Mind you, this has been improved in Win 8.1, but its start menu is more obtrusive than Ubuntu's equivalent.


----------



## yet another intj (Feb 10, 2013)

The red spirit said:


> No, I don't like linux at all. It's way too complicated, unsupported and buggy.


Depends on which distro you are using.

*Complicated: Installing any mainstream distro such as Ubuntu is literally easier than installing Windows, especially if you also consider the time you will waste by separately obtaining/installing necessary tools/applications from various resources. By the way, Linux Mint is already providing a quite functional "out of the box" experience by having pre-configured proprietary drivers/third party packages.

*Unsupported: Not more or less supported than Windows or OS X. All platforms are supported by popular applications. Even Skype and Spotify have official/mature Linux ports. In the other hand, there will be always platform dependent/native applications. The thing is, OS X and Windows are suffering equally from that problem. There are enough people who had to separately install Windows, OS X and Linux if they want the best environment for dealing with gaming, post production and network management. 

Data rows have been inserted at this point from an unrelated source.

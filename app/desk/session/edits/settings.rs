//! Edits of the settings, each brought into its legal range. What they mean lives with the settings.

use crate::desk::commands::SettingChange;
use crate::workspace::Settings;
use crate::workspace::document::{FEWEST_PATHS, LONGEST_HORIZON_DAYS, MOST_PATHS};
use ebbmark_engine::measures::Confidence;

/// Makes a change; none where its value can't be taken.
pub fn change(settings: &mut Settings, change: &SettingChange) -> Option<()> {
    match change {
        SettingChange::BookCurrency(currency) => {
            settings.book_currency =
                currency.as_deref().map(str::trim).filter(|code| !code.is_empty()).map(str::to_uppercase);
        }
        SettingChange::DaysPerYear(days) => settings.days_per_year = positive(*days)?,
        SettingChange::RepairsCorrelation(is_repaired) => settings.repairs_correlation = *is_repaired,
        SettingChange::AsOf(date) => settings.as_of = *date,
        SettingChange::Capital(money) => settings.capital = optional(*money)?,
        SettingChange::LossLimit(money) => settings.loss_limit = optional(*money)?,
        SettingChange::LossFrom(from) => settings.loss_from = *from,
        SettingChange::Confidences(levels) => set_confidences(settings, levels)?,
        SettingChange::ChosenConfidence(level) => choose_confidence(settings, *level),
        SettingChange::Paths(paths) => settings.paths = (*paths).clamp(FEWEST_PATHS, MOST_PATHS),
        SettingChange::Seed(seed) => settings.seed = *seed,
        SettingChange::HorizonDays(days) => {
            settings.horizon_days = (*days).clamp(1, LONGEST_HORIZON_DAYS);
            settings.reading_day = settings.reading_day.min(settings.horizon_days);
        }
        SettingChange::ReadingDay(day) => settings.reading_day = (*day).clamp(1, settings.horizon_days),
    }
    Some(())
}

fn set_confidences(settings: &mut Settings, levels: &[Confidence]) -> Option<()> {
    let mut levels = levels.to_vec();
    levels.sort_unstable();
    levels.dedup();
    let distance = |level: &Confidence| (level.value() - settings.chosen_confidence.value()).abs();
    let nearest = levels.iter().copied().min_by(|a, b| distance(a).total_cmp(&distance(b)))?;
    settings.chosen_confidence = nearest;
    settings.confidences = levels;
    Some(())
}

fn choose_confidence(settings: &mut Settings, level: Confidence) {
    settings.chosen_confidence = level;
    if !settings.confidences.contains(&level) {
        settings.confidences.push(level);
        settings.confidences.sort_unstable();
    }
}

fn positive(number: f64) -> Option<f64> {
    (number.is_finite() && number > 0.0).then_some(number)
}

/// Nothing, or a number above 0.
fn optional(number: Option<f64>) -> Option<Option<f64>> {
    match number {
        None => Some(None),
        Some(number) => positive(number).map(Some),
    }
}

*Buggy: There are LTS versions for the people who are obsessed with stability. After all, you should be worried about zero day attacks, instead of glass house syndrome. Open source is about finding and fixing obvious bugs before they quietly discovered and abused by a hacker for decades.


----------



## The red spirit (Sep 29, 2015)

yet another intj said:


> Depends on which distro you are using.
> 
> *Complicated: Installing any mainstream distro such as Ubuntu is literally easier than installing Windows, especially if you also consider the time you will waste by separately obtaining/installing necessary tools/applications from various resources. By the way, Linux Mint is already providing a quite functional "out of the box" experience by having pre-configured proprietary drivers/third party packages.
> 
> ...


Bundled free software feels with linux feels like it will crash at any time. Always feels unstable. Also games, programs that normal people use are unsupported, plus wine is complicated and slower. Most of the linux distros are super ugly and those who are left aren't as good as any normal OS.


----------



## MashiKushii (Jul 21, 2016)

It feels like some people like to say that W8/Vista are trash despite having never used it, just following the trend.
IMO the Metro UI isn't very handy especially when searching for a certain software but you can pin it to the home screen. Otherwise, it will do the job for any basic user.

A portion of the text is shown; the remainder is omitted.